Hintergrund: 15 Fragen aus dem "Idiotentest"
Hintergrund: 15 Fragen aus dem "Idiotentest" FOTO: shutterstock/ gwolters
Berlin. Verkehrsminister Alexander Dobrindt will die Medizinisch-Psychologische Untersuchung transparenter machen. Damit reagiert er auf Vorwürfe gegen den sogenannten "Idiotentest".  Von Jan Drebes und Eva Quadbeck

Verkehrsminister Alexander Dobrindt (CSU) will noch in dieser Wahlperiode die Medizinisch-Psychologische Untersuchung (MPU) für Autofahrer reformieren. Für die Betroffenen sollen die Regeln transparenter und fairer werden.

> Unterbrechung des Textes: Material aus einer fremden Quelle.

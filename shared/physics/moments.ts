import type { PairCovariance } from './double-gaussian';

/**
 * Second moments of joint maps [x2][x1] in pixel indices. All are built from six sums that are linear in the counts, so
 * subtracting accidentals and resampling slices act on the sums alone.
 */
export const MOMENT_SUMS = 6;

/** Adds scale * (n, sum x1, sum x2, sum x1^2, sum x2^2, sum x1 x2) of one map at `map[offset...]` to out[at...]. */
export function addMomentSums(
  map: Float64Array,
  offset: number,
  n1: number,
  n2: number,
  scale: number,
  out: Float64Array,
  at: number,
): void {
  for (let x2 = 0; x2 < n2; x2 += 1) {
    let n = 0;
    let s1 = 0;
    let s11 = 0;
    for (let x1 = 0; x1 < n1; x1 += 1) {
      const count = map[offset + x2 * n1 + x1] as number;
      n += count;
      s1 += count * x1;
      s11 += count * x1 * x1;
    }
    const add = [n, s1, n * x2, s11, n * x2 * x2, s1 * x2];
    for (let p = 0; p < MOMENT_SUMS; p += 1)
      out[at + p] = (out[at + p] as number) + scale * (add[p] as number);
  }
}

/** Covariance from the six sums; null when no net count is left. Divisor n: at 200 pairs the difference is 0.5 %. */
export function covarianceOfSums(sums: Float64Array, at = 0): PairCovariance | null {
  const n = sums[at] as number;
  if (!(n > 0)) return null;
  const m1 = (sums[at + 1] as number) / n;
  const m2 = (sums[at + 2] as number) / n;
  return {
    v1: (sums[at + 3] as number) / n - m1 * m1,
    v2: (sums[at + 4] as number) / n - m2 * m2,
    c: (sums[at + 5] as number) / n - m1 * m2,
  };
}

/** Flat pedestal with fraction f of the counts over +-W on a peak of width s: f adds f (W^2/3 - s^2). */
export function pedestalVariance(sigma: number, fraction: number, halfWindow: number): number {
  return sigma * sigma + fraction * ((halfWindow * halfWindow) / 3 - sigma * sigma);
}

/** Rotated ellipse to covariance [xx, xy, yy]; angle of axis a from +x in degrees. Witnesses need the marginal xx. */
export function ellipseCovariance(
  sigmaA: number,
  sigmaB: number,
  angleDeg: number,
): [number, number, number] {
  const cos = Math.cos((angleDeg * Math.PI) / 180);
  const sin = Math.sin((angleDeg * Math.PI) / 180);
  const a = sigmaA * sigmaA;
  const b = sigmaB * sigmaB;
  return [a * cos * cos + b * sin * sin, (a - b) * sin * cos, a * sin * sin + b * cos * cos];
}

/** Relative error of sigma from n pairs on flat background b per unit length, b known: sqrt(1/(2n) + 4 sqrt(pi) s b/n^2). */
export function sigmaRelativeError1d(n: number, sigma: number, perUnit: number): number {
  return Math.sqrt(1 / (2 * n) + (4 * Math.sqrt(Math.PI) * sigma * perUnit) / (n * n));
}

/** Same for a round 2-D peak on b per unit area: sqrt(1/(4n) + 4 pi s^2 b/n^2). */
export function sigmaRelativeError2d(n: number, sigma: number, perArea: number): number {
  return Math.sqrt(1 / (4 * n) + (4 * Math.PI * sigma * sigma * perArea) / (n * n));
}
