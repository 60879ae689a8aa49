import type { Ellipse } from '../../shared/contracts/output';
import { ellipsePoints } from './ellipse';
import type { PlotRect } from './PlotAxes';
import { toneColour } from './tones';
import type { PlotPoint, PlotRegion, RegionMark } from './types';

/** From axis units to pixels. */
export interface Project {
  x(at: number): number;
  y(at: number): number;
}

export const ELLIPSE_SIGMAS = 2;

export function EllipseMark({ ellipse, project }: { ellipse: Ellipse; project: Project }) {
  const points = ellipsePoints(ellipse, ELLIPSE_SIGMAS);
  if (points.length === 0) return null;
  const d = `M${points.map(({ x, y }) => `${project.x(x).toFixed(2)} ${project.y(y).toFixed(2)}`).join('L')}Z`;
  // A dark line under the light one keeps it visible over any count.
  return (
    <g fill="none" data-ellipse="">
      <path d={d} stroke="var(--color-bg)" strokeOpacity={0.55} strokeWidth={3.5} />
      <path d={d} stroke="var(--color-pair)" strokeWidth="var(--plot-line)" />
    </g>
  );
}

export function Crosshair({ at, project, rect }: { at: PlotPoint; project: Project; rect: PlotRect }) {
  const [x, y] = [project.x(at.x), project.y(at.y)];
  const d = `M${x} ${rect.top}V${rect.top + rect.height}M${rect.left} ${y}H${rect.left + rect.width}`;
  return (
    <g fill="none" pointerEvents="none" data-crosshair="">
      <path d={d} stroke="var(--color-bg)" strokeOpacity={0.5} strokeWidth={2.5} />
      <path d={d} stroke="var(--color-text)" strokeWidth="var(--plot-hair)" strokeDasharray="2 3" />
    </g>
  );
}

function box(region: PlotRegion, project: Project): PlotRect {
  const [x0, x1] = [project.x(region.x0), project.x(region.x1)];
  const [y0, y1] = [project.y(region.y0), project.y(region.y1)];
  return {
    left: Math.min(x0, x1),
    top: Math.min(y0, y1),
    width: Math.abs(x1 - x0),
    height: Math.abs(y1 - y0),
  };
}

export function RegionBox({ mark, project, em }: { mark: RegionMark; project: Project; em: number }) {
  const { left, top, width, height } = box(mark.region, project);
  const colour = toneColour(mark.tone);
  return (
    <g data-region={mark.label}>
      <rect
        x={left}
        y={top}
        width={width}
        height={height}
        fill="none"
        stroke="var(--color-bg)"
        strokeOpacity={0.6}
        strokeWidth={4}
      />
      <rect
        x={left}
        y={top}
        width={width}
        height={height}
        fill="none"
        stroke={colour}
        strokeWidth="var(--plot-line)"
      />
      <text
        x={left + 3}
        y={top + em * 1.05}
        fill={colour}
        stroke="var(--color-bg)"
        strokeWidth={3}
        paintOrder="stroke"
        fontWeight={600}
      >
        {mark.label}
      </text>
    </g>
  );
}

export function DraftRegion({ region, project }: { region: PlotRegion; project: Project }) {
  const { left, top, width, height } = box(region, project);
  return (
    <rect
      x={left}
      y={top}
      width={width}
      height={height}
      fill="var(--color-text)"
      fillOpacity={0.12}
      stroke="var(--color-text)"
      strokeDasharray="4 3"
      data-draft-region=""
    />
  );
}
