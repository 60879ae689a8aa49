import { scaleLinear } from '@visx/scale';
import { decades, formatAmount, formatDecade } from './format-tick';
import type { Extremes } from './map-values';
import { SCALE_SIZE } from './palettes';

/** From values to places on a colour scale. */
export interface ColourScale {
  lo: number;
  hi: number;
  log: boolean;
  /** Data lie below or above the ends and are drawn at them. */
  clipsLow: boolean;
  clipsHigh: boolean;
}

/** Decades a logarithmic colour scale shows at most below its top. */
const LOG_DECADES = 6;

/**
 * Counts start at zero, the background; signed maps are centred on it. A logarithmic scale starts just below the smallest
 * value above zero (what is zero keeps the background); it is not offered for signed maps.
 */
export function buildColourScale(
  kind: 'counts' | 'signed',
  extremes: Extremes,
  range: readonly [number, number] | undefined,
  wantLog: boolean,
): ColourScale {
  const empty = extremes.maxIndex < 0;
  const log = wantLog && kind === 'counts' && Number.isFinite(extremes.minPositive);
  const largest = empty ? 1 : Math.max(Math.abs(extremes.min), Math.abs(extremes.max)) || 1;
  let [lo, hi] =
    range ?? (kind === 'signed' ? [-largest, largest] : [0, extremes.max > 0 ? extremes.max : 1]);
  if (kind === 'signed') {
    hi = Math.max(Math.abs(lo), Math.abs(hi));
    lo = -hi;
  }
  // Half the smallest value, so that one count still differs from none.
  if (log && lo <= 0) lo = Math.max(extremes.minPositive / 2, hi * 10 ** -LOG_DECADES);
  if (!(hi > lo)) hi = lo === 0 ? 1 : lo + Math.abs(lo);
  return {
    lo,
    hi,
    log,
    clipsLow: !empty && !log && extremes.min < lo,
    clipsHigh: !empty && extremes.max > hi,
  };
}

/** Place of a value on the palette, 0..SCALE_SIZE-1; the caller leaves NaN out. */
export function paletteIndex(scale: ColourScale, value: number): number {
  const share = scale.log
    ? Math.log(Math.max(value, scale.lo) / scale.lo) / Math.log(scale.hi / scale.lo)
    : (value - scale.lo) / (scale.hi - scale.lo);
  return Math.min(SCALE_SIZE - 1, Math.max(0, Math.round(share * (SCALE_SIZE - 1))));
}

export interface ColourTick {
  /** 0 at the low end, 1 at the high end. */
  share: number;
  label: string;
}

/** Inner ticks at round values; the two ends are always told, as they are what the picture was stretched to. */
export function colourTicks(scale: ColourScale, count: number): ColourTick[] {
  const { lo, hi, log } = scale;
  const shareOf = (v: number): number => (log ? Math.log(v / lo) / Math.log(hi / lo) : (v - lo) / (hi - lo));
  if (log) {
    const inner = decades(lo, hi);
    if (inner.length >= 2) return inner.map((v) => ({ share: shareOf(v), label: formatDecade(v) }));
  }
  const ticks = scaleLinear<number>({ domain: [lo, hi] }).ticks(count);
  const step = ticks.length > 1 ? ticks[1]! - ticks[0]! : hi - lo;
  return ticks.filter((v) => !log || v > 0).map((v) => ({ share: shareOf(v), label: formatAmount(v, step) }));
}
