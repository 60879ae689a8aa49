import { createRandom } from '../util/random';

/**
 * Block bootstrap over time slices or frame blocks: B draws of n blocks with replacement (Efron & Tibshirani, An
 * Introduction to the Bootstrap, Chapman & Hall 1993, from memory). Catches drift that counting errors miss; needs
 * about 20 blocks, each longer than the source's flicker.
 */

/** resamples * blocks: how often each block was drawn. Rows sum to `blocks`. */
export interface BlockWeights {
  resamples: number;
  blocks: number;
  counts: Uint8Array;
}

export function drawBlockWeights(blocks: number, resamples: number, seed: number): BlockWeights {
  const random = createRandom(seed);
  // A block drawn 256 times out of at most 128 cannot happen, so bytes suffice.
  const counts = new Uint8Array(resamples * blocks);
  for (let r = 0; r < resamples; r += 1) {
    const row = r * blocks;
    for (let k = 0; k < blocks; k += 1) {
      const at = row + random.below(blocks);
      counts[at] = (counts[at] ?? 0) + 1;
    }
  }
  return { resamples, blocks, counts };
}

/** Weighted sums of block rows: out[r][p] = sum_s w[r][s] rows[s][p]. O(resamples * blocks * width). */
export function resampleSums(weights: BlockWeights, rows: Float64Array, width: number): Float64Array {
  const { resamples, blocks, counts } = weights;
  const out = new Float64Array(resamples * width);
  for (let r = 0; r < resamples; r += 1) {
    const target = r * width;
    for (let s = 0; s < blocks; s += 1) {
      const w = counts[r * blocks + s] as number;
      if (w === 0) continue;
      const source = s * width;
      for (let p = 0; p < width; p += 1) {
        out[target + p] = (out[target + p] as number) + w * (rows[source + p] as number);
      }
    }
  }
  return out;
}

export interface Spread {
  /** Standard deviation of the resamples: the 1-sigma standard error. */
  sigma: number;
  /** 2.5 and 97.5 percentiles. */
  interval: [number, number];
  mean: number;
}

/** Share of the resamples that must have a value for their spread to mean anything. */
export const LEAST_FINITE = 0.98;

/**
 * Spread of resampled values. NaN where fewer than two, or fewer than 98 in a hundred, are finite: a quantity that
 * resampling so often makes impossible has no standard error, and leaving those draws out would make it look better.
 */
export function spreadOf(values: Float64Array): Spread {
  const kept = values.filter((v) => Number.isFinite(v)).sort();
  const n = kept.length;
  if (n < 2 || n < LEAST_FINITE * values.length)
    return { sigma: Number.NaN, interval: [Number.NaN, Number.NaN], mean: Number.NaN };
  let mean = 0;
  for (const v of kept) mean += v / n;
  let squares = 0;
  for (const v of kept) squares += (v - mean) ** 2;
  return {
    sigma: Math.sqrt(squares / (n - 1)),
    interval: [percentile(kept, 0.025), percentile(kept, 0.975)],
    mean,
  };
}

/** Linear interpolation between order statistics of an ascending array. */
export function percentile(ascending: Float64Array, fraction: number): number {
  const at = fraction * (ascending.length - 1);
  const low = Math.floor(at);
  const a = ascending[low] ?? Number.NaN;
  const b = ascending[Math.min(low + 1, ascending.length - 1)] ?? Number.NaN;
  return a + (at - low) * (b - a);
}

/**
 * Takes the bootstrap's own bias out: resampling repeats events, which lowers small-sample variances by about 1/n per
 * column. Scaled so that the resamples average to the estimate (Efron & Tibshirani, as above, bias correction).
 */
export function recentre(values: Float64Array, estimate: number): Float64Array {
  const { mean } = spreadOf(values);
  return mean > 0 && estimate > 0 ? values.map((v) => (v * estimate) / mean) : values;
}
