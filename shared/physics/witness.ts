import type { Spread } from './bootstrap';

/**
 * Variance witnesses per transverse axis, hbar = 1. A witness and its bound are one object: a product is never compared
 * with the bound of another inequality.
 * Reid: M. D. Reid, PRA 40, 913 (1989); Mancini: Mancini et al., PRL 88, 120401 (2002); rotated and Duan: Duan et al.,
 * PRL 84, 2722 and Simon, PRL 84, 2726 (2000), all from memory.
 */
export interface Witness {
  id: 'reid' | 'mancini' | 'rotated' | 'duan';
  label: string;
  bound: number;
  /** What a value below the bound shows. */
  shows: string;
}

export const witnesses = {
  reid: { id: 'reid', label: 'Reid product', bound: 1 / 4, shows: 'EPR steering' },
  mancini: { id: 'mancini', label: 'Mancini product', bound: 1, shows: 'entanglement' },
  rotated: { id: 'rotated', label: 'rotated product', bound: 1 / 4, shows: 'entanglement' },
  duan: { id: 'duan', label: 'Duan sum', bound: 2, shows: 'entanglement' },
} as const satisfies Record<string, Witness>;

/** Duan sum at its best unit scale s^2 = sqrt(Var x_- / Var k_+): 2 sqrt(product). */
export function duanSum(varMinus: number, varPlus: number): number {
  return 2 * Math.sqrt(varMinus * varPlus);
}

export interface Significance {
  /** ln(bound/W)/(SE/W): never above the linear one, so it is the one to headline. */
  log: number;
  /** (bound - W)/SE. */
  linear: number;
}

export function significanceOf(value: number, sigma: number, bound: number): Significance {
  return { log: Math.log(bound / value) / (sigma / value), linear: (bound - value) / sigma };
}

export type VerdictLevel = 'violated' | 'indicated' | 'inconclusive' | 'not-violated';

/**
 * violated: at least 5 sigma on the log scale and the 95 % interval below the bound; indicated: at least 3 sigma;
 * not-violated: the whole interval above the bound; otherwise inconclusive.
 */
export function verdictLevel(z: number, interval: readonly [number, number], bound: number): VerdictLevel {
  const below = interval[1] < bound;
  if (z >= 5 && below) return 'violated';
  if (z >= 3) return 'indicated';
  return interval[0] > bound ? 'not-violated' : 'inconclusive';
}

export interface VerdictRequest {
  witness: Witness;
  /** E.g. `x`, `y`, `x and y (geometric mean)`. */
  axis: string;
  value: number;
  spread: Spread;
  resampled: Float64Array;
  /** Relative 1-sigma error that all resamples share (calibration). */
  systematic: number;
  /** Why the value supports no claim, as a clause; null where it does. */
  doubts: string | null;
  /** Sentences with the assumptions, from the study. */
  assumptions: string;
}

/** Fits the contract of a verdict. */
export interface Judgement {
  bound: number;
  side: 'below';
  significance: number;
  significanceLinear: number;
  interval: [number, number];
  level: VerdictLevel;
  sentence: string;
}

/** Whether twice the systematic error would take a value below the bound up to it. */
export function isShaken(value: number, systematic: number, bound: number): boolean {
  return value < bound && value * (1 + 2 * systematic) >= bound;
}

/**
 * A resample without a finite value counts as reaching the bound. A violation that twice the systematic error would
 * undo is only indicated, and doubts leave no claim at all, whatever the value.
 */
export function judge(request: VerdictRequest): Judgement {
  const { witness, axis, value, spread, resampled, systematic, doubts, assumptions } = request;
  const { bound } = witness;
  const z = significanceOf(value, spread.sigma, bound);
  const counted = verdictLevel(z.log, spread.interval, bound);
  const shaken = counted === 'violated' && isShaken(value, systematic, bound);
  const level = doubts !== null ? 'inconclusive' : shaken ? 'indicated' : counted;
  const above = resampled.reduce((count, v) => count + (v < bound ? 0 : 1), 0);
  const share =
    above === 0
      ? `none of ${resampled.length} resamples reaches it`
      : `${above} of ${resampled.length} resamples reach it`;
  const sentence =
    doubts === null
      ? `${headline(level, witness, axis, Math.abs(z.log), shaken ? systematic : null)} (${share}). ${assumptions}`
      : `No verdict on the ${witness.label} in ${axis}: ${doubts}.`;
  return {
    bound,
    side: 'below',
    significance: z.log,
    significanceLinear: z.linear,
    interval: spread.interval,
    level,
    sentence: sentence.trim(),
  };
}

function headline(
  level: VerdictLevel,
  witness: Witness,
  axis: string,
  z: number,
  /** Set where the calibration is what keeps an indication from being more. */
  shaking: number | null,
): string {
  const name = `The ${witness.label} in ${axis}`;
  const bound = `the bound ${witness.bound}`;
  switch (level) {
    case 'violated':
      return `${name} lies ${z.toFixed(1)} standard deviations below ${bound}: this shows ${witness.shows}`;
    case 'indicated':
      return `${name} lies ${z.toFixed(1)} standard deviations below ${bound}: this indicates ${witness.shows}, ${
        shaking === null
          ? 'short of five'
          : `no more, because twice the calibration error of ${(100 * shaking).toFixed(1)} % would take it to the bound`
      }`;
    case 'not-violated':
      return `${name} lies above ${bound} by ${z.toFixed(1)} standard deviations: no ${witness.shows} is shown`;
    case 'inconclusive':
      return `${name} and ${bound} cannot be told apart with confidence (${z.toFixed(1)} standard deviations)`;
  }
}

Im Volksmund spricht man auch vom "Idiotentest", den Autofahrer absolvieren müssen, die mit 1,6 Promille am Steuer erwischt wurden oder die notorisch zu schnell fahren.

In den vergangenen Jahren gab es immer wieder Vorwürfe gegen die MPU: Diese sei für die Betroffenen nicht durchsichtig genug, es gebe keine Einspruchsmöglichkeiten gegen negative Entscheidungen, und auch das Geschäft rund um die MPU und ihre Vorbereitungskurse sei in Teilen nicht seriös. An diesen Kritikpunkten will die große Koalition nun ansetzen.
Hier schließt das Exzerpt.